■ Directions
Would you reproduce, without any alteration, the lines from the opening line of the entries through the line that has "lapsed_on = self.world.training_expires_on" in it?

■ Records for the exercise
class AuditReportTests(TestCase):
    world: DocumentsWorld

    @classmethod
    def setUpTestData(cls) -> None:
        cls.world = build_documents_world()

    def test_the_report_has_every_section_with_figures_answers_findings_and_page_numbers(self) -> None:
        document = render_audit_report(self.world.audit, generated_at=GENERATED_AT)
        html = flat(document.html)
        yag = HazardResult.objects.get(emission__laser=self.world.yag, limits="icnirp2013")
        for expected in ("AUD-LAB-1", "Alder Hall 101", "Register snapshot", "Hazards per emission",
                         "Authorization and training", "Eyewear adequacy per room", "Checklist", "Findings",
                         "Cautions", yag.en207_marking, f"OD {yag.od_required:g}", "Is the lab log kept up to date?",
                         "Second harmonic dump missing on table 2.", "Fit a water-cooled beam dump.",
                         "ICNIRP 2013", CAUTION, "Not signed off"):
            self.assertIn(expected, html)
        self.assertIn('counter(page) " of " counter(pages)', document.html)

        text, pages = pdf_text(document.to_pdf().data)
        text = flat(text)
        self.assertGreaterEqual(pages, 2)
        self.assertIn("page 1 of", text)
        self.assertIn(f"page {pages} of {pages}", text)
        for expected in ("YAG-1", "DIO-1", "1064 nm", "808 nm", yag.en207_marking, "major",
                         "Fit a water-cooled beam dump.", CAUTION[:60]):
            self.assertIn(expected, text)

    def test_the_report_flags_an_expired_training_record(self) -> None:
        after_expiry = GENERATED_AT.replace(year=GENERATED_AT.year + 3)
        lapsed_on = self.world.training_expires_on
        document = render_audit_report(self.world.audit, generated_at=after_expiry)
        html = flat(document.html)
        people = re.search(r"<tr><td>YAG-1</td>\s*<td>(.*?)</td>\s*<td class=\"flag\">(.*?)</td></tr>", html)
        self.assertIn("Lars Fenn: approved, training " + f"{lapsed_on:%Y-%m-%d}", people.group(1))
        self.assertEqual(people.group(2), f"Lars Fenn: training expired on {lapsed_on:%Y-%m-%d}")
        self.assertIn(f"training expired on {lapsed_on:%Y-%m-%d}", flat(pdf_text(document.to_pdf().data)[0]))
        # Before it lapses nothing is flagged.
        self.assertNotIn("training expired", render_audit_report(self.world.audit, generated_at=GENERATED_AT).html)

    def test_the_snapshot_names_each_room_once_above_its_lasers(self) -> None:
        html = flat(render_audit_report(self.world.audit, generated_at=GENERATED_AT).html)
        snapshot = html[html.index("1. Register snapshot"):html.index("2. Hazards per emission")]
        self.assertEqual(re.findall(r"<th colspan=\"3\">(.*?)</th>", snapshot),
                         ["Alder Hall 101 (Pulsed laser laboratory), North Site (2 lasers)"])
        self.assertEqual(re.findall(r"<tr[^>]*><td>(.*?)</td><td>(.*?)</td><td>(.*?)</td></tr>", snapshot),
                         [("DIO-1, class 3B, active", "Holm Photonics D-808", "Rhea Tallis"),
                          ("YAG-1, class 4, active", "Holm Photonics QX-10", "Rhea Tallis")])

    def test_an_emission_is_one_row_with_its_beam_its_figures_and_the_eyewear_it_needs(self) -> None:
        yag = HazardResult.objects.get(emission__laser=self.world.yag, limits="icnirp2013")
        html = flat(render_audit_report(self.world.audit, generated_at=GENERATED_AT).html)
        mpe, nohd, eyewear = re.search(r"<tr><td>YAG-1 fundamental: 1064 nm, 1 W; 100 mJ in 10 ns</td><td>(.*?)</td>"
                                       r"<td class=\"figure\">(.*?)</td><td>(.*?)</td></tr>", html).groups()
        self.assertIn(f"{format_for_people(yag.eye_mpe_per_pulse_J_m2, 'J/m2')} per pulse", mpe)
        self.assertEqual(nohd, format_for_people(yag.nohd_m, "m"))
        self.assertEqual(eyewear, f"OD {yag.od_required:g}; {yag.en207_marking}")

    def test_a_page_that_starts_among_a_rooms_lasers_names_the_room_at_its_head(self) -> None:
        room = factories.LocationFactory.create(site="South Site", building="Birch Hall", room="12")
        factories.LaserFactory.create_batch(60, location=room, owner=self.world.owner)
        pages = PdfReader(io.BytesIO(render_pre_audit_pack(room, generated_at=GENERATED_AT).to_pdf().data)).pages
        # Page 2 opens the snapshot, with the room's own row; page 3 goes on among its 60 lasers.
        self.assertIn("Birch Hall 12, South Site (60 lasers)", pages[1].extract_text())
        self.assertNotIn("Birch Hall 12", page_head(pages[1]))
        self.assertNotIn("(60 lasers)", pages[2].extract_text())
        self.assertIn("Birch Hall 12, South Site", page_head(pages[2]))

    def test_an_emission_not_assessed_is_printed_without_figures_and_said_why(self) -> None:
        add_laser_not_assessed(self.world)
        html = flat(render_audit_report(self.world.audit, generated_at=GENERATED_AT).html)
        hazards = re.search(r"<tr><td>DIO-2 output: 905 nm, 200 mW</td>(.*?)</tr>", html).group(1)
        # Eye MPE, NOHD and OD.
        self.assertEqual(hazards.count("not computed"), 3)
        eyewear = re.search(r"<tr><td>905 nm</td>(.*?)</tr>", html).group(1)
        self.assertIn('<span class="flag">not assessed</span>', eyewear)
        self.assertIn("Not assessed: full-angle divergence (rad): needed to assess the hazard of DIO-2", html)

    def test_a_signed_off_report_names_who_signed_it(self) -> None:
        from registry import services

        services.audit_sign_off(audit=self.world.audit, by=self.world.lso, summary="One beam dump to fit.",
                                at=GENERATED_AT)
        html = flat(render_audit_report(self.world.audit, generated_at=GENERATED_AT).html)
        self.assertIn("Signed off by <strong>Ada Quill</strong> on 2026-12-01 09:30", html)
        self.assertIn("One beam dump to fit.", html)

    def test_the_report_on_us_letter_is_reproducible(self) -> None:
        first = render_audit_report(self.world.audit, generated_at=GENERATED_AT, paper=Paper.LETTER).to_pdf()
        again = render_audit_report(self.world.audit, generated_at=GENERATED_AT, paper=Paper.LETTER).to_pdf()
        self.assertEqual(digest(first.data), digest(again.data))
        self.assertEqual(page_size(first.data), LETTER_POINTS)

    def test_the_report_reads_the_register_in_queries_that_grow_with_rooms_not_lasers(self) -> None:
        # The audit (room, auditor and signatory joined); the scope's lasers, their emissions, the
        # emissions' results; the checklist; the findings (owner, account, laser, room joined); the
        # authorizations (person and account joined); general training; the LSOs; then the room's
        # eyewear and its markings.
        with self.assertNumQueries(11):
            render_audit_report(self.world.audit, generated_at=GENERATED_AT)

    def test_a_pre_audit_pack_lists_the_checks_the_room_calls_for_unanswered(self) -> None:
        html = flat(render_pre_audit_pack(self.world.room, generated_at=GENERATED_AT).html)
        self.assertIn("Pre-audit pack", html)
        for heading in ("Signs", "Entry controls", "Eyewear", "Registered", "SOP", "Key"):
            self.assertIn(f"<th>{heading}</th>", html)
        self.assertIn("\u2610", html)
        # The finding the audit raised is still open, so the pack carries it.
        self.assertIn("Fit a water-cooled beam dump.", html)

■ Solution to the exercise
class AuditReportTests(TestCase):
    world: DocumentsWorld

    @classmethod
    def setUpTestData(cls) -> None:
        cls.world = build_documents_world()

    def test_the_report_has_every_section_with_figures_answers_findings_and_page_numbers(self) -> None:
        document = render_audit_report(self.world.audit, generated_at=GENERATED_AT)
        html = flat(document.html)
        yag = HazardResult.objects.get(emission__laser=self.world.yag, limits="icnirp2013")
        for expected in ("AUD-LAB-1", "Alder Hall 101", "Register snapshot", "Hazards per emission",
                         "Authorization and training", "Eyewear adequacy per room", "Checklist", "Findings",
                         "Cautions", yag.en207_marking, f"OD {yag.od_required:g}", "Is the lab log kept up to date?",
                         "Second harmonic dump missing on table 2.", "Fit a water-cooled beam dump.",
                         "ICNIRP 2013", CAUTION, "Not signed off"):
            self.assertIn(expected, html)
        self.assertIn('counter(page) " of " counter(pages)', document.html)

        text, pages = pdf_text(document.to_pdf().data)
        text = flat(text)
        self.assertGreaterEqual(pages, 2)
        self.assertIn("page 1 of", text)
        self.assertIn(f"page {pages} of {pages}", text)
        for expected in ("YAG-1", "DIO-1", "1064 nm", "808 nm", yag.en207_marking, "major",
                         "Fit a water-cooled beam dump.", CAUTION[:60]):
            self.assertIn(expected, text)

    def test_the_report_flags_an_expired_training_record(self) -> None:
        after_expiry = GENERATED_AT.replace(year=GENERATED_AT.year + 3)
        lapsed_on = self.world.training_expires_on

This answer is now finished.